Por um lado, pudemos nos beneficiar das facilidades geradas pela conexão sem fronteiras, pela velocidade da propagação de dados, por uma conexão mais próxima com pessoas cada vez mais distantes geograficamente. Mas, a mesma tecnologia que uniu está também nos distanciando e nos deprimindo. Entre 1980 a 2014 houve um crescimento de 27,2% do número de suicídios entre os jovens. Um dado alarmante que pode ser explicado, de certa forma.

É comum ver famílias inteiras sentadas à mesa de restaurantes – cada qual com seu aparelho móvel em um universo paralelo. Finda-se nesse momento a troca de olhares, as lições de vida e o aprendizado pela fala. Os pais dissolvem seu papel de educar e ancoram uma certa “paz” nos dispositivos ligados à internet. Afinal, aplicativos como Tiktok e YouTube podem encurtar o tempo de uma viagem de carro ou dar sossego para um almoço menos conturbado.

A nova década das empresas

Criar leads, ganhar clientes e faturar muito. Esse mantra é o que fez sobreviver qualquer empresa no século passado. Porém, cada vez mais, o consumidor contemporâneo fará aquisições mais conscientes e novos processos de compra e venda passam a entrar em circulação. Empréstimos e compartilhamento passam a deixar de lado um consumo exagerado. O prosumer (consumidor e produtor) começa a participar do cotidiano das marcas, sugerindo versões, modelos, tipos e sabores.

O consumidor digital está fixando seu olhar e seus interesses em empresas que constroem algo mais sólido e envolvente com sua audiência. Uma troca mútua na qual o que está em jogo não é apenas a aquisição de bens, mas também a construção de valores. São novos olhares para o mundo, mais consciente, menos digital e mais empático.
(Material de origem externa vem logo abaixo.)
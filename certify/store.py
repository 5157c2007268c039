"""Where ``certify batch`` keeps certificates: a directory (one file per certificate) or a SQLite store.

Both are written by one process only (the batch's main process) and hold only complete
certificates: a directory gets each file through a temporary file and a rename, a store gets its
rows in transactions, so an interrupt loses at most the certificates not yet written and never
leaves a partial one. The SQLite layout is the one the verifier reads (``certify.verifier.sources``);
failures are kept in a second table, ``failures``, until a later run succeeds.
"""
from __future__ import annotations

import hashlib
import json
import os
import sqlite3
import time

from certify.certificates import write_atomically
from certify.verifier.limits import MAX_FILE_BYTES
from certify.verifier.sources import STORE_COLUMNS, STORE_SUFFIX, STORE_TABLE

LONGEST_STEM = 100
"""Longest file-name stem spelt out from the coefficients; longer ones are cut and end in a hash."""

FAILURES_FILE = "failures.jsonl"


def file_stem(key: str) -> str:
    """A file-name stem for the curve '[a1,a2,a3,a4,a6]': '1,-3_16,-3_16,0,0' ('/' becomes '_'), with an 'E'
    in front when it would begin with '-' ('E-7_3,-10,-10,0,0'), so that no command mistakes the file for
    an option; when longer than LONGEST_STEM, its start and 16 hex digits of the key's SHA-256."""
    stem = key.strip("[]").replace("/", "_")
    if stem.startswith("-"):
        stem = "E" + stem
    if len(stem) <= LONGEST_STEM:
        return stem
    return stem[:LONGEST_STEM - 17] + "~" + hashlib.sha256(key.encode("ascii")).hexdigest()[:16]


def file_name(key: str, kind: str) -> str:
    """The file of the certificate of this kind for the curve '[a1,a2,a3,a4,a6]': '<stem>.<kind>.json'."""
    return f"{file_stem(key)}.{kind}.json"


class StoreError(Exception):
    """OUT cannot be opened as a store."""


class StoreReader:
    """Reading certificates back from a store or directory that ``certify batch`` wrote (``certify audit
    --store``): ``get(key, kind)`` gives (document text, {"digest": recorded digest} or {}) or None."""

    def __init__(self, path: str):
        self.path, self.connection = path, None
        if path.endswith(STORE_SUFFIX):
            if not os.path.isfile(path):
                raise StoreError(f"cannot use {path} as a store: no such file")
            try:
                self.connection = sqlite3.connect(f"file:{path}?mode=ro", uri=True)
                self.connection.execute(f"SELECT document, digest FROM {STORE_TABLE} LIMIT 1").fetchall()
            except sqlite3.Error as error:
                raise StoreError(f"cannot use {path} as a store: {error}") from None
        elif not os.path.isdir(path):
            raise StoreError(f"cannot use {path} as a store: not a directory or a {STORE_SUFFIX} file")

    def get(self, key: str, kind: str):
        if self.connection is not None:
            row = self.connection.execute(f"SELECT document, digest FROM {STORE_TABLE} WHERE curve = ? AND kind = ?",
                                          (key, kind)).fetchone()
            return None if row is None else (row[0], {"digest": row[1]})
        try:
            with open(os.path.join(self.path, file_name(key, kind)), encoding="utf-8") as handle:
                text = handle.read(MAX_FILE_BYTES + 1)
        except (OSError, UnicodeDecodeError):
            return None
        return (text, {}) if 0 < len(text) <= MAX_FILE_BYTES else None

    def __enter__(self):
        return self

    def __exit__(self, *_):
        if self.connection is not None:
            self.connection.close()


def open_store(path: str):
    """The store named by OUT: a SQLite store when it ends in .sqlite, a directory otherwise."""
    try:
        return SqliteStore(path) if path.endswith(STORE_SUFFIX) else DirectoryStore(path)
    except (OSError, sqlite3.Error) as error:
        raise StoreError(f"cannot use {path} as a store: {getattr(error, 'strerror', None) or error}")


class DirectoryStore:
    """One file ``<stem>.<kind>.json`` per certificate; the failures of the last run in failures.jsonl.
    An empty file (what a power cut can leave of a file not yet on disk) counts as absent."""

    def __init__(self, path: str):
        os.makedirs(path, exist_ok=True)
        self.path, self.failures = path, []
        self.present = {entry.name for entry in os.scandir(path) if entry.stat().st_size > 0}

    def name(self, key: str, kind: str) -> str:
        return file_name(key, kind)

    def has(self, key: str, kind: str) -> bool:
        """Whether the certificate of this curve and kind is already stored."""
        return self.name(key, kind) in self.present

    def put(self, key: str, kind: str, label: str, document: str, digest: str) -> None:
        write_atomically(os.path.join(self.path, self.name(key, kind)), document, durable=False)

    def fail(self, key: str, kind: str, label: str, reason: str) -> None:
        self.failures.append({"curve": key, "kind": kind, "label": label, "reason": reason})

    def close(self) -> None:
        """Write (or remove) failures.jsonl: the failures of this run, which a rerun retries; then wait
        for the disk once for all the files written (an fsync per file would make the writer, not the
        certifiers, the bottleneck)."""
        target = os.path.join(self.path, FAILURES_FILE)
        if self.failures:
            write_atomically(target, "".join(json.dumps(f, ensure_ascii=False) + "\n" for f in self.failures))
        elif os.path.exists(target):
            os.unlink(target)
        os.sync()


class SqliteStore:
    """Table ``certificates`` (see ``certify.verifier.sources.STORE_COLUMNS``, key (curve, kind)) and
    table ``failures`` (curve, kind, label, reason); rows are committed at least every COMMIT_SECONDS."""

    COMMIT_SECONDS = 2.0

    def __init__(self, path: str):
        self.connection = sqlite3.connect(path)
        self.connection.execute("PRAGMA journal_mode=WAL")
        self.connection.execute(f"CREATE TABLE IF NOT EXISTS {STORE_TABLE} (curve TEXT NOT NULL, kind TEXT NOT NULL, "
                                "label TEXT, document TEXT NOT NULL, digest TEXT NOT NULL, PRIMARY KEY (curve, kind))")
        self.connection.execute("CREATE TABLE IF NOT EXISTS failures (curve TEXT NOT NULL, kind TEXT NOT NULL, "
                                "label TEXT, reason TEXT NOT NULL, PRIMARY KEY (curve, kind))")
        self.connection.commit()
        self.present = set(self.connection.execute(f"SELECT curve, kind FROM {STORE_TABLE}"))
        self.committed = time.monotonic()

    def has(self, key: str, kind: str) -> bool:
        """Whether the certificate of this curve and kind is already stored."""
        return (key, kind) in self.present

    def put(self, key: str, kind: str, label: str, document: str, digest: str) -> None:
        self.connection.execute(f"INSERT OR REPLACE INTO {STORE_TABLE} ({', '.join(STORE_COLUMNS)}) "
                                "VALUES (?, ?, ?, ?, ?)", (key, kind, label, document, digest))
        self.connection.execute("DELETE FROM failures WHERE curve = ? AND kind = ?", (key, kind))
        self._maybe_commit()

    def fail(self, key: str, kind: str, label: str, reason: str) -> None:
        self.connection.execute("INSERT OR REPLACE INTO failures VALUES (?, ?, ?, ?)", (key, kind, label, reason))
        self._maybe_commit()

    def _maybe_commit(self) -> None:
        if time.monotonic() - self.committed >= self.COMMIT_SECONDS:
            self.connection.commit()
            self.committed = time.monotonic()

    def close(self) -> None:
        """Commit what is written and close the file."""
        self.connection.commit()
        self.connection.close()
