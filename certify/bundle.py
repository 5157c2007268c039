"""``certify bundle CERT… -o appendix.json``: many accepted certificates in one file a journal can host;
``-o appendix.pyz`` writes the same bundle inside a referee's kit (``certify.verifier.kit``), a zip
archive with the verifier's own source that a bare ``python3 -S appendix.pyz`` runs.

A bundle is a JSON object: ``format`` "certify-bundle", ``version`` "1", a ``manifest`` with the
member ``count`` and, per member in order, its ``name``, ``label`` (from the author's list of curves,
through the certificate's metadata; may be empty), ``format``, ``digest`` and ``claim`` (in the
verifier's wording), the ``members`` themselves, and an unhashed ``metadata`` block. The bundle's
digest covers format, version and manifest; since the manifest holds each member's digest, and the
verifier rejects a member whose digest, format or claim differ from its manifest entry, the bundle's
digest pins every member.
"""
from __future__ import annotations

import io
import os
import zipfile

from certify.certificates import stamp, to_json
from certify.verifier.digest import BUNDLE_FORMAT
from certify.verifier.kit import KIT_SUFFIX, package_files
from certify.verifier.sources import BUNDLE_VERSION


def member_name(source: str, taken: set) -> str:
    """A name for a member from where it came (file name, or the part after '#'), made unique."""
    base = source.rsplit("#", 1)[1] if "#" in source else os.path.basename(source)
    name, n = base, 1
    while name in taken:
        n += 1
        name = f"{base}~{n}"
    taken.add(name)
    return name


def build_bundle(certificates) -> dict:
    """The bundle of (name, certificate, verdict) triples, each already accepted by the verifier."""
    taken, manifest = set(), []
    for source, cert, verdict in certificates:
        label = cert.get("metadata", {}).get("label", "") if isinstance(cert.get("metadata"), dict) else ""
        manifest.append({"name": member_name(source, taken), "label": label, "format": cert["format"],
                         "digest": verdict["digest"], "claim": verdict["reason"]})
    return stamp({"format": BUNDLE_FORMAT, "version": BUNDLE_VERSION,
                  "manifest": {"count": str(len(manifest)), "members": manifest},
                  "members": [cert for _, cert, _ in certificates]})


def kit_bytes(bundle: dict, name: str) -> bytes:
    """The kit for a bundle: a zip archive (deflated, fixed timestamps, members in path order) with the
    verifier's source, its launcher and the bundle as ``name`` (NAME.json for an output NAME.pyz)."""
    files = dict(package_files(), **{name: to_json(bundle).encode("utf-8")})
    buffer = io.BytesIO()
    with zipfile.ZipFile(buffer, "w", zipfile.ZIP_DEFLATED) as archive:
        for path in sorted(files):
            info = zipfile.ZipInfo(path, date_time=(2000, 1, 1, 0, 0, 0))
            info.compress_type = zipfile.ZIP_DEFLATED
            archive.writestr(info, files[path])
    return buffer.getvalue()


def bundle_file(bundle: dict, output: str):
    """What ``certify bundle`` writes to ``output``: the JSON text, or a kit when it ends in .pyz."""
    if output.endswith(KIT_SUFFIX):
        stem = os.path.basename(output)[:-len(KIT_SUFFIX)]
        return kit_bytes(bundle, "".join(c if c.isascii() and (c.isalnum() or c in "-_") else "_" for c in stem) + ".json")
    return to_json(bundle)
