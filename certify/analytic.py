"""The analytic rank witness: the order of vanishing of L(E, s) at s = 1 when it is 0 or 1, with the entry
the verifier's ``certify.verifier.lseries.check_analytic_witness`` checks.

The certifier computes in floating point what the verifier will prove with intervals (see the formulas in
``certify.verifier.lseries``): S(r) = Σ (a_n/n) e^(−rn) at r = c/A, c, cA (c = 2π/√N), the root-number tests
G = S(c/A) − S(cA) (zero when w = −1) and D = S(c/A) + S(cA) − 2 S(c) (zero when w = +1), L(E, 1) and
L′(E, 1) = 2 Σ (a_n/n) E₁(cn). The a_n come from a_p by PARI's point counts at the good primes and from the
reduction types at the bad ones; E₁ from mpmath. Then it picks the precision b (enough bits to see the smaller
of the test and the value, with a margin) and the least truncation point M whose tails the verifier's own
``check_truncation`` accepts. Analytic rank 2 or more, or a value too small to separate from 0, gives no
witness: nothing is then proven.
"""
from __future__ import annotations

import math
from fractions import Fraction

import mpmath

from certify.conductor import certify_conductor
from certify.pari import frobenius_trace
from certify.verifier.errors import Rejection
from certify.verifier.limits import MAX_TRUNCATION
from certify.verifier.lseries import (TRACE_AT_BAD_PRIME, check_truncation, dirichlet_coefficients, primes_up_to,
                                      read_witness)

TEST_POINTS = (Fraction(6, 5), Fraction(3, 2), Fraction(2))
"""Functional-equation test points A tried in turn (a larger A separates w = ±1 better and costs a larger M)."""

MIN_BITS = 32
"""Least precision claimed: the enclosures are then narrower than 10⁻⁸."""

MARGIN_BITS = 12
"""Bits of precision beyond those needed to see the smaller of the root-number test and the value."""

ESTIMATE_BITS = 60
"""Tails of the floating-point estimate are below 2^−ESTIMATE_BITS."""

ZERO = 2.0 ** -36
"""A floating-point test or value smaller than this is taken for 0 (the estimate errs by about 10⁻¹³)."""


def analytic_witness(a, conductor_certificate: dict | None = None) -> dict | None:
    """The analytic witness entry for the curve with coefficients ``a`` (Fractions), or None when the analytic
    rank is 2 or more, undecided in floating point, or beyond the verifier's limits. ``conductor_certificate``
    is the curve's conductor certificate when already built."""
    cert = conductor_certificate or certify_conductor(tuple(a))
    conductor = int(cert["claim"]["conductor"])
    model = tuple(int(c) for c in cert["evidence"]["minimal_model"]["curve"])
    bad = {int(entry["prime"]): TRACE_AT_BAD_PRIME[entry["reduction"]] for entry in cert["claim"]["bad_primes"]}
    for test_point in TEST_POINTS:
        found = estimate(model, conductor, bad, test_point)
        if found is None:
            continue
        order, bits = found
        truncation = least_truncation(conductor, bits, test_point)
        entry = {"conductor": cert["evidence"], "order": str(order), "root_number": str((-1) ** order),
                 "truncation": str(truncation), "precision_bits": str(bits), "test_point": str(test_point)}
        try:
            read_witness(entry, "analytic")
        except Rejection:
            return None
        return entry
    return None


def coefficients(model, conductor: int, bad: dict, truncation: int) -> list:
    """[0, a_1, …, a_M]: a_p by PARI's point counts at good p, the reduction type at bad p."""
    traces = {p: bad[p] if p in bad else frobenius_trace(model, p) for p in primes_up_to(truncation)}
    return dirichlet_coefficients(traces, set(bad), truncation)


def estimate(model, conductor: int, bad: dict, test_point: Fraction):
    """(order, precision bits) from the floating-point values at the test point A, or None when the root
    number is not separated at this A or the analytic rank is not 0 or 1."""
    c = 2 * math.pi / math.sqrt(conductor)
    slowest = c / float(test_point)
    truncation = math.ceil((ESTIMATE_BITS * math.log(2) - math.log1p(-math.exp(-slowest))) / slowest)
    if truncation > 2 * MAX_TRUNCATION:
        return None
    a = coefficients(model, conductor, bad, truncation)
    s = {rate: sum(a[n] / n * math.exp(-rate * n) for n in range(1, truncation + 1))
         for rate in (slowest, c, c * float(test_point))}
    plus_test = s[slowest] - s[c * float(test_point)]
    minus_test = s[slowest] + s[c * float(test_point)] - 2 * s[c]
    if abs(plus_test) > ZERO and abs(minus_test) <= ZERO:
        order, test, value = 0, plus_test, s[slowest] + s[c * float(test_point)]
    elif abs(minus_test) > ZERO and abs(plus_test) <= ZERO:
        order, test = 1, minus_test
        value = 2 * sum(a[n] / n * float(mpmath.e1(c * n)) for n in range(1, truncation + 1) if a[n])
    else:
        return None
    if abs(value) <= ZERO:
        return None
    return order, max(MIN_BITS, math.ceil(-math.log2(min(abs(test), abs(value)))) + MARGIN_BITS)


def least_truncation(conductor: int, bits: int, test_point: Fraction) -> int:
    """The least M whose tails the verifier accepts at b bits, from the floating-point estimate of
    e^(−r(M+1))/(1 − e^(−r)) ≤ 2^−b at r = c/A, stepped up until ``check_truncation`` agrees."""
    rate = 2 * math.pi / math.sqrt(conductor) / float(test_point)
    truncation = max(1, math.floor((bits * math.log(2) - math.log1p(-math.exp(-rate))) / rate) - 2)
    while truncation <= MAX_TRUNCATION:
        try:
            check_truncation(conductor, truncation, bits, test_point)
            return truncation
        except Rejection:
            truncation += 1
    return truncation
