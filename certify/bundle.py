"""``certify bundle CERT… -o appendix.json``: many accepted certificates in one file a journal can host.

A bundle is a JSON object: ``format`` "certify-bundle", ``version`` "1", a ``manifest`` with the
member ``count`` and, per member in order, its ``name``, ``format``, ``digest`` and ``claim`` (in the
verifier's wording), the ``members`` themselves, and an unhashed ``metadata`` block. The bundle's
digest covers format, version and manifest; since the manifest holds each member's digest, and the
verifier rejects a member whose digest, format or claim differ from its manifest entry, the bundle's
digest pins every member.
"""
from __future__ import annotations

import os

from certify.certificates import stamp
from certify.verifier.digest import BUNDLE_FORMAT
from certify.verifier.sources import BUNDLE_VERSION


def member_name(source: str, taken: set) -> str:
    """A name for a member from where it came (file name, or the part after '#'), made unique."""
    base = source.rsplit("#", 1)[1] if "#" in source else os.path.basename(source)
    name, n = base, 1
    while name in taken:
        n += 1
        name = f"{base}~{n}"
    taken.add(name)
    return name


def build_bundle(certificates) -> dict:
    """The bundle of (name, certificate, verdict) triples, each already accepted by the verifier."""
    taken, manifest = set(), []
    for source, cert, verdict in certificates:
        manifest.append({"name": member_name(source, taken), "format": cert["format"],
                         "digest": verdict["digest"], "claim": verdict["reason"]})
    return stamp({"format": BUNDLE_FORMAT, "version": BUNDLE_VERSION,
                  "manifest": {"count": str(len(manifest)), "members": manifest},
                  "members": [cert for _, cert, _ in certificates]})
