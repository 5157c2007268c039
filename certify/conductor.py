"""The conductor certifier: the conductor, minimal discriminant and local data at every bad prime, with the
evidence the verifier needs to recompute them.

The claim is computed by the verifier's own Tate's algorithm (``certify.verifier.tate``) on the reduced
minimal model; PARI only factors: the minimal discriminant (whose primes are the bad primes), and, for
each prime above the deterministic Miller–Rabin bound, enough of p − 1 for a Pocklington certificate.
Each factorisation gets FACTORING_SECONDS; past that the curve is refused with one line.
"""
from __future__ import annotations

from math import gcd

from certify.curves import Curve, _primes_dividing, format_rational
from certify.verifier import theorems
from certify.verifier.conductor import FORMAT, RELIES_ON
from certify.verifier.primality import MILLER_RABIN_BOUND
from certify.verifier.arith import valuation
from certify.verifier.tate import local_data

BASE_TRIALS = 1000
"""Bases tried for one factor q of a Pocklington certificate before the prime is taken for composite."""


def certify_conductor(a, given=None) -> dict:
    """The conductor certificate of the curve with coefficients ``a`` (Fractions); ``given`` are the
    coefficients as typed, kept in ``curve`` (their canonical forms when not given)."""
    reduced, change = Curve(a).minimal_model()
    model = tuple(int(c) for c in reduced.a)
    delta = int(reduced.discriminant)
    primes = sorted(_primes_dividing(delta, "to find the bad primes"))
    data = [local_data(model, p) for p in primes]
    conductor = 1
    for entry in data:
        conductor *= entry.prime ** entry.exponent
    return {
        "format": FORMAT,
        "version": "1",
        "curve": list(given) if given is not None else [format_rational(c) for c in a],
        "claim": {
            "conductor": str(conductor),
            "minimal_discriminant": str(delta),
            "bad_primes": [{"prime": str(d.prime), "conductor_exponent": str(d.exponent),
                            "kodaira_symbol": d.kodaira, "tamagawa_number": str(d.tamagawa),
                            "reduction": d.reduction} for d in data],
        },
        "evidence": {
            "minimal_model": {"change": [format_rational(v) for v in change], "curve": [str(c) for c in model]},
            "discriminant_factorisation": [{"prime": str(p), "exponent": str(valuation(delta, p))} for p in primes],
            "pocklington": pocklington_certificates(primes),
        },
        "relies_on": theorems.entries(RELIES_ON),
    }


def pocklington_certificates(primes: list) -> list:
    """Pocklington certificates for every prime above the Miller–Rabin bound and, in turn, for the factors
    of n − 1 they use that are above it too; smallest first."""
    pending, certificates = [p for p in primes if p >= MILLER_RABIN_BOUND], {}
    while pending:
        n = pending.pop()
        if n in certificates:
            continue
        factors = pocklington_factors(n)
        certificates[n] = [{"factor": str(q), "base": str(pocklington_base(n, q))} for q in factors]
        pending += [q for q in factors if q >= MILLER_RABIN_BOUND]
    return [{"prime": str(n), "factors": certificates[n]} for n in sorted(certificates)]


def pocklington_factors(n: int) -> list:
    """The smallest primes q of n − 1 whose q-parts multiply to F with (F + 1)² > n: the small ones
    first, so that few of them need certificates of their own."""
    candidates = iter(sorted(_primes_dividing(n - 1, "to prove a prime factor of the discriminant prime")))
    factored, chosen = 1, []
    while (factored + 1) ** 2 <= n:   # ends: with every prime of n − 1 taken, F = n − 1
        q = next(candidates)
        chosen.append(q)
        factored *= q ** valuation(n - 1, q)
    return chosen


def pocklington_base(n: int, q: int) -> int:
    """The least a ≥ 2 with a^(n−1) ≡ 1 (mod n) and gcd(a^((n−1)/q) − 1, n) = 1: for a prime n all but a
    fraction 1/q of the residues qualify."""
    for a in range(2, BASE_TRIALS + 2):
        partial = pow(a, (n - 1) // q, n)
        if pow(partial, q, n) == 1 and gcd(partial - 1, n) == 1:
            return a
    raise ArithmeticError(f"no Pocklington base below {BASE_TRIALS + 2} for a factor of the discriminant: "
                          "PARI's probable prime is composite")
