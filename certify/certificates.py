"""Writing certificates: canonical JSON text and atomic files."""
from __future__ import annotations

import json
import os
import tempfile


def to_json(cert: dict) -> str:
    """The certificate as indented JSON text with a final newline (all numbers are already strings)."""
    return json.dumps(cert, indent=1, ensure_ascii=False) + "\n"


def write_atomically(path: str, text: str) -> None:
    """Write ``text`` to ``path`` through a temporary file in the same folder and a rename, so that an
    interrupt or a full disk never leaves a half-written file under ``path``."""
    folder = os.path.dirname(os.path.abspath(path))
    handle, temporary = tempfile.mkstemp(dir=folder, prefix=".certify-", suffix=".tmp")
    try:
        with os.fdopen(handle, "w", encoding="utf-8") as out:
            out.write(text)
            out.flush()
            os.fsync(out.fileno())
        os.replace(temporary, path)
    except BaseException:
        os.unlink(temporary)
        raise
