def collect(rows: list) -> tuple:
    """(records of unreadable claims, {(curve key, kind): [claims that kind of certificate decides]})."""
    records, wanted = [], {}
    for number, row in rows:
        base = {"row": number, "label": str(row.get("label") or "")}
        try:
            key = curve_key(read_curve(row["curve"]))
        except CurveInputError as error:
            records.append({**base, "curve": str(row["curve"]), "field": "curve", "verdict": "invalid",
                            "reason": str(error)})
            continue
        for field, value in claimed_fields(row).items():
            try:
                claimed = normalise(field, value)
            except (ValueError, TypeError, CurveInputError) as error:
                records.append({**base, "curve": key, "field": field, "claimed": value, "verdict": "invalid",
                                "reason": f"cannot read the claim: {error}"})
                continue
            wanted.setdefault((key, FIELDS[field]), []).append({**base, "curve": key, "field": field, "claimed": claimed})
    return records, wanted


def reused_results(wanted: dict, store_path: str | None) -> list:
    """Results (as certify_one gives them) for the certificates already in the store that the verifier
    accepts again, and whose curve is the one claimed; the rest is certified afresh."""
    if store_path is None:
        return []
    from certify.verifier.cli import check
    from certify.verifier.sources import Unreadable, parse

    out = []
    with StoreReader(store_path) as reader:
        for key, kind in wanted:
            found = reader.get(key, kind)
            if found is None:
                continue
            document, recorded = found
            try:
                cert = parse(document.encode("utf-8"))
            except Unreadable:
                continue
            verdict = check(f"{store_path}#{key}/{kind}", cert, recorded)
            if verdict["accepted"] and "[" + ",".join(cert["curve"]) + "]" == key:
                out.append({"task": Task(key, kind, "", None), "document": document, "digest": verdict["digest"]})
    return out


def run_audit(path: str, output: str | None, form: str, folder: str, workers: int | None = None,
              cluster: str | None = None, timeout: float | None = None, store: str | None = None) -> int:
    """Audit the claims; the report goes to ``output`` (atomically) or stdout. Returns the exit status."""
    rows = read_claims(path)
    records, wanted = collect(rows)
    reused = reused_results(wanted, store)
    taken = {(result["task"].key, result["task"].kind) for result in reused}
    tasks = [Task(key, kind, "", timeout) for key, kind in wanted if (key, kind) not in taken]
    open_kinds = Counter(key for key, _ in wanted)
    progress = Progress(len(open_kinds), 0, name="audit")
    results = certify_all(tasks, workers, cluster)
    try:
        for result in [*reused, *results]:
            task = result["task"]
            records += judged(wanted[(task.key, task.kind)], result, folder)
            open_kinds[task.key] -= 1
            if open_kinds[task.key] == 0:
                progress.advance()
    finally:
        results.close()
        progress.close()
    records.sort(key=lambda record: (record["row"], list(FIELDS).index(record["field"])
                                     if record["field"] in FIELDS else -1))
    records = [{column: record.get(column) for column in COLUMNS} for record in records]
    write_report(records, form, output)
    verdicts = [record["verdict"] for record in records]
    print(f"audit: {len(rows)} rows, {len(records)} fields: " +
          ", ".join(f"{verdicts.count(v)} {v}" for v in ("agree", "disagree", "invalid", "unknown")), file=sys.stderr)
    if store is not None:
        print(f"audit: {len(reused)} certificates taken from {store} and accepted again, {len(tasks)} made",
              file=sys.stderr)
    if "invalid" in verdicts or "unknown" in verdicts:
        return 2
    return 1 if "disagree" in verdicts else 0


def judged(claims: list, result: dict, folder: str) -> list:
    """The records of the claims one certificate decides; for a disagreement, or rank bounds that leave the
    claim undecided, the certificate is written into ``folder`` and named in the record."""
    task = result["task"]
    if "error" in result:
        return [{**claim, "verdict": "unknown", "reason": result["error"]} for claim in claims]
    cert = json.loads(result["document"])
    out = []
    for claim in claims:
        certified = certified_value(claim["field"], cert)
        record = {**claim, "certified": certified, "verdict": verdict(claim["field"], claim["claimed"], certified)}
        if record["verdict"] == "unknown":
            lower, upper = rank_bounds(certified)
            proven = f"rank ≥ {lower}" if upper is None else f"{lower} ≤ rank ≤ {upper}"
            record["reason"] = (f"the certificate proves {proven} only, which neither proves nor excludes the "
                                f"claimed rank {claim['claimed']}")
        if record["verdict"] != "agree":
            record["certificate"] = os.path.join(folder, file_name(task.key, task.kind))
            record["digest"] = result["digest"]
            os.makedirs(folder, exist_ok=True)
            write_atomically(record["certificate"], result["document"])
        out.append(record)
    return out


def write_report(records: list, form: str, output: str | None) -> None:
    """The records as CSV (header COLUMNS, lists as text) or JSONL (one object per record, the same keys,
    native JSON values)."""
    if form == "jsonl":
        text = "".join(json.dumps(record, ensure_ascii=False) + "\n" for record in records)
    else:
        buffer = io.StringIO()
        writer = csv.DictWriter(buffer, COLUMNS, lineterminator="\n")
        writer.writeheader()
        writer.writerows({column: as_text(value) for column, value in record.items()} for record in records)
        text = buffer.getvalue()
    emit(text, output)
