def test_a_torsion_point_is_not_proven_independent_by_a_prime_of_bad_reduction():
    """Kills the deleted raise for a prime of bad reduction in check_character_primes, by a false claim it would
    accept. y² = x³ − 4x − 3 has rank 0 (Cremona's tables; cypari2 ellrank) and the point T = (−1, 0) of order 2
    (cypari2 elltors). Claimed as a point of infinite order with ℓ = 2: at q = 7, of good reduction, 2 ∥ #Ẽ(F_7)
    and the character of T is not zero; the torsion prime 13 divides the discriminant, and the reduction there is
    not a group into which the torsion injects, its point count (of the singular cubic, 15) odd. Only the
    good-reduction rule refuses this rank_lower of 1."""
    cert, rank_of_curve = pool_certificate(["0", "0", "0", "-4", "-3"])
    E = pari_curve(cert["curve"])
    assert rank_of_curve == 0 and ellrank_bounds(cert["curve"]) == (0, 0)
    assert [int(v) for v in pari.elltors(E)[2][0]] == [-1, 0] and int(pari.elltors(E)[0]) == 2
    assert int(E.disc()) % 13 == 0 and int(E.disc()) % 7 and point_count(cert["curve"], 7) % 4 == 2
    cert = points_only(cert, [(-1, 0)], 2, 13, [7])
    failure = rejection(cert)
    assert failure.check == "character prime" and failure.values == {"q": 13}


def test_a_point_and_its_negative_are_not_proven_independent_when_ell_does_not_divide_the_count():
    """Kills ``count % ell -> False`` in characters and the deleted raise after it, by a false claim they would
    accept: P = (−4, −6) and −P on y² = x³ − 25x (rank 1, cypari2 ellrank) claimed independent with ℓ = 97 and
    the primes 97 and 101, where 97 does not divide #Ẽ(F_q) (116 and 104, cypari2 ellcard). There (#Ẽ/97)·P̃ = P̃
    has order 29 and 26, below ℓ, so the stepping finds −P̃ at 28 and 25 multiples of P̃ and the 'characters'
    (1, 1) and (28, 25) have rank 2 over F_97; only the rule ℓ | #Ẽ(F_q), which makes the character a
    homomorphism to Z/ℓ, refuses them."""
    cert, rank_of_curve = pool_certificate(CONGRUENT_FIVE)
    assert ellrank_bounds(cert["curve"]) == (1, 1) == (rank_of_curve, rank_of_curve)
    assert [point_count(cert["curve"], q) % 97 for q in (97, 101)] == [116 - 97, 104 - 97]
    P = tuple(Fraction(v) for v in cert["claim"]["points"][0])
    cert = points_only(cert, [P, (P[0], -P[1])], 97, 3, [97, 101])
    failure = rejection(cert)
    assert (failure.check, failure.message) == (
        "character prime", "ell does not divide the number of points modulo q exactly once")
    assert failure.values["q"] == 97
As empresas digitais estão perdendo terreno porque os processos são cada vez mais frios e distantes. Veja a repercussão do vídeo do Banco Itaú (abaixo) qual um robô narra momentos genuinamente humanos. O futuro será realmente feito por máquinas? Estamos nos emocionando com coisas simples, rotineiras. Veja as imagens postadas nas redes sociais agora nas férias. A quantidade de pessoas que contemplam o verde, o mar, o sossego, o canto dos pássaros e o barulho de água. Nessa nova década que se inicia voltaremos a dar valor ao que é simples. Passamos a apreciar ainda mais os cafés artesanais, as embalagens rústicas, aquele queijo da roça e um bom Prato Feito. Passamos a valorizar as pessoas que são mais comunicativas, que contam histórias. Viveremos uma década de resgates. Mas nas empresas, o que pode ser feito?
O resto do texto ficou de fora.